(Collected data)
================

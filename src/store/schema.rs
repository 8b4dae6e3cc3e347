//! The store's schema: each migration in order; `PRAGMA user_version` says how many a
//! store has had. A migration is never changed once released, only followed.

pub const SCHEMA_VERSION: i64 = 10;

/// Migrations (numbered from 1) that rebuild a table, run with foreign keys off.
pub(super) const REBUILDS_TABLES: &[usize] = &[10];

pub(super) const MIGRATIONS: &[&str] = &[
    // 1: frames, their stars and rejected detections, and a key-value table.
    "CREATE TABLE meta (key TEXT PRIMARY KEY, value TEXT NOT NULL);
     CREATE TABLE frames (
        id INTEGER PRIMARY KEY,
        path TEXT NOT NULL,
        size INTEGER NOT NULL,
        mtime_ns INTEGER NOT NULL,
        status TEXT NOT NULL,
        error TEXT,
        night TEXT,
        target TEXT,
        filter TEXT,
        time_unix REAL,
        header_json TEXT,
        metrics_json TEXT,
        star_count INTEGER,
        fwhm_px REAL,
        eccentricity REAL,
        background_adu REAL,
        noise_adu REAL,
        recorded_at REAL NOT NULL,
        UNIQUE (path, size, mtime_ns)
     );
     CREATE INDEX frames_night ON frames (night, target, filter);
     CREATE TABLE stars (
        frame_id INTEGER NOT NULL REFERENCES frames (id) ON DELETE CASCADE,
        x REAL NOT NULL, y REAL NOT NULL, flux REAL, fwhm_px REAL, eccentricity REAL,
        snr REAL, ra_deg REAL, dec_deg REAL, r REAL, g REAL, b REAL
     );
     CREATE INDEX stars_frame ON stars (frame_id);
     CREATE TABLE rejected (
        frame_id INTEGER NOT NULL REFERENCES frames (id) ON DELETE CASCADE,
        x REAL NOT NULL, y REAL NOT NULL, kind TEXT NOT NULL, peak_adu REAL
     );",
    // 2: each frame's WCS; the catalogue of persistent sources each night, per target,
    // against which later nights look for new sources.
    "ALTER TABLE frames ADD COLUMN wcs_json TEXT;
     ALTER TABLE stars ADD COLUMN flux_err REAL;
     ALTER TABLE stars ADD COLUMN blended INTEGER;
     ALTER TABLE frames ADD COLUMN verdict TEXT;
     ALTER TABLE frames ADD COLUMN transparency_loss_mag REAL;
     ALTER TABLE frames ADD COLUMN registration_rms_px REAL;
     ALTER TABLE frames ADD COLUMN reasons_json TEXT;
     CREATE TABLE catalog_nights (
        target TEXT NOT NULL, night TEXT NOT NULL, limit_mag REAL NOT NULL,
        footprint_json TEXT,
        PRIMARY KEY (target, night)
     );
     CREATE TABLE catalog (
        target TEXT NOT NULL, night TEXT NOT NULL,
        ra_deg REAL NOT NULL, dec_deg REAL NOT NULL, mag REAL
     );
     CREATE INDEX catalog_target ON catalog (target, night);",
    // 3: the mail outbox. A message waits here until the server took it, across
    // restarts, so a summary is never lost.
    "CREATE TABLE outbox (
        id INTEGER PRIMARY KEY,
        created_unix REAL NOT NULL,
        subject TEXT NOT NULL,
        envelope_from TEXT NOT NULL,
        envelope_to TEXT NOT NULL,
        message BLOB NOT NULL,
        status TEXT NOT NULL DEFAULT 'queued',
        attempts INTEGER NOT NULL DEFAULT 0,
        next_attempt_unix REAL NOT NULL,
        last_error TEXT,
        done_unix REAL
     );",
    // 4: live alerts sent, which also carry the rate limit across restarts.
    "CREATE TABLE alerts (
        id INTEGER PRIMARY KEY,
        night TEXT NOT NULL,
        kind TEXT NOT NULL,
        created_unix REAL NOT NULL,
        message TEXT NOT NULL
     );",
    // 5: one record per path (a rewritten file replaces its record; where a file was
    // recorded twice before, the newer record stays), and the files being read, which
    // outlive a crash of the process reading them.
    "DELETE FROM frames WHERE id NOT IN (SELECT MAX(id) FROM frames GROUP BY path);
     CREATE UNIQUE INDEX frames_path ON frames (path);
     CREATE TABLE reading (
        path TEXT PRIMARY KEY,
        size INTEGER NOT NULL,
        mtime_ns INTEGER NOT NULL,
        started_unix REAL NOT NULL,
        interruptions INTEGER NOT NULL DEFAULT 0
     );",
    // 6: each frame's placement on its group's reference (the night model's first step,
    // kept so a live verdict registers only the new frame), and the verdict it got live.
    "ALTER TABLE frames ADD COLUMN placement_json TEXT;
     ALTER TABLE frames ADD COLUMN live_verdict TEXT;
     ALTER TABLE frames ADD COLUMN live_reasons_json TEXT;",
    // 7: the live verdict's explanations, so an alert can say what was measured.
    "ALTER TABLE frames ADD COLUMN live_explanations_json TEXT;",
    // 8: what a calibration frame (dark, flat, bias) measured.
    "ALTER TABLE frames ADD COLUMN calibration_json TEXT;",
    // 9: the catalogue of persistent sources per target and filter (two filters of one
    // target no longer overwrite each other's night); earlier rows keep filter ''.
    "CREATE TABLE catalog_nights_by_filter (
        target TEXT NOT NULL, filter TEXT NOT NULL DEFAULT '', night TEXT NOT NULL,
        limit_mag REAL NOT NULL, footprint_json TEXT,
        PRIMARY KEY (target, filter, night)
     );
     INSERT INTO catalog_nights_by_filter (target, filter, night, limit_mag, footprint_json)
        SELECT target, '', night, limit_mag, footprint_json FROM catalog_nights;
     DROP TABLE catalog_nights;
     ALTER TABLE catalog_nights_by_filter RENAME TO catalog_nights;
     ALTER TABLE catalog ADD COLUMN filter TEXT NOT NULL DEFAULT '';
     DROP INDEX catalog_target;
     CREATE INDEX catalog_target ON catalog (target, filter, night);",
    // 10: the rig each frame came from, where several rigs share a site: a path is
    // recorded once per rig. Rows from before are the unnamed rig's ('').
    // The table is rebuilt (SQLite cannot drop the first migration's UNIQUE constraint
    // of path, size and modification time), as SQLite's documented procedure for
    // schema changes does, with foreign keys off while it runs (see `Store::migrate`).
    "CREATE TABLE frames_by_rig (
        id INTEGER PRIMARY KEY,
        rig TEXT NOT NULL DEFAULT '',
        path TEXT NOT NULL,
        size INTEGER NOT NULL,
        mtime_ns INTEGER NOT NULL,
        status TEXT NOT NULL,
        error TEXT, night TEXT, target TEXT, filter TEXT, time_unix REAL,
        header_json TEXT, metrics_json TEXT, star_count INTEGER, fwhm_px REAL,
        eccentricity REAL, background_adu REAL, noise_adu REAL,
        recorded_at REAL NOT NULL,
        wcs_json TEXT, verdict TEXT, transparency_loss_mag REAL, registration_rms_px REAL,
        reasons_json TEXT, placement_json TEXT, live_verdict TEXT, live_reasons_json TEXT,
        live_explanations_json TEXT, calibration_json TEXT
     );
     INSERT INTO frames_by_rig (id, rig, path, size, mtime_ns, status, error, night, target,
        filter, time_unix, header_json, metrics_json, star_count, fwhm_px, eccentricity,
        background_adu, noise_adu, recorded_at, wcs_json, verdict, transparency_loss_mag,
        registration_rms_px, reasons_json, placement_json, live_verdict, live_reasons_json,
        live_explanations_json, calibration_json)
        SELECT id, '', path, size, mtime_ns, status, error, night, target,
        filter, time_unix, header_json, metrics_json, star_count, fwhm_px, eccentricity,
        background_adu, noise_adu, recorded_at, wcs_json, verdict, transparency_loss_mag,
        registration_rms_px, reasons_json, placement_json, live_verdict, live_reasons_json,
        live_explanations_json, calibration_json FROM frames;
     DROP TABLE frames;
     ALTER TABLE frames_by_rig RENAME TO frames;
     CREATE INDEX frames_night ON frames (night, target, filter);
     CREATE UNIQUE INDEX frames_rig_path ON frames (rig, path);
     CREATE TABLE reading_by_rig (
        rig TEXT NOT NULL DEFAULT '',
        path TEXT NOT NULL,
        size INTEGER NOT NULL,
        mtime_ns INTEGER NOT NULL,
        started_unix REAL NOT NULL,
        interruptions INTEGER NOT NULL DEFAULT 0,
        PRIMARY KEY (rig, path)
     );
     INSERT INTO reading_by_rig (rig, path, size, mtime_ns, started_unix, interruptions)
        SELECT '', path, size, mtime_ns, started_unix, interruptions FROM reading;
     DROP TABLE reading;
     ALTER TABLE reading_by_rig RENAME TO reading;",
];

================

WORK TO COMPLETE: If a line in the data holds the string "super", copy that line.

YOUR SOLUTION:
pub(super) const REBUILDS_TABLES: &[usize] = &[10];
pub(super) const MIGRATIONS: &[&str] = &[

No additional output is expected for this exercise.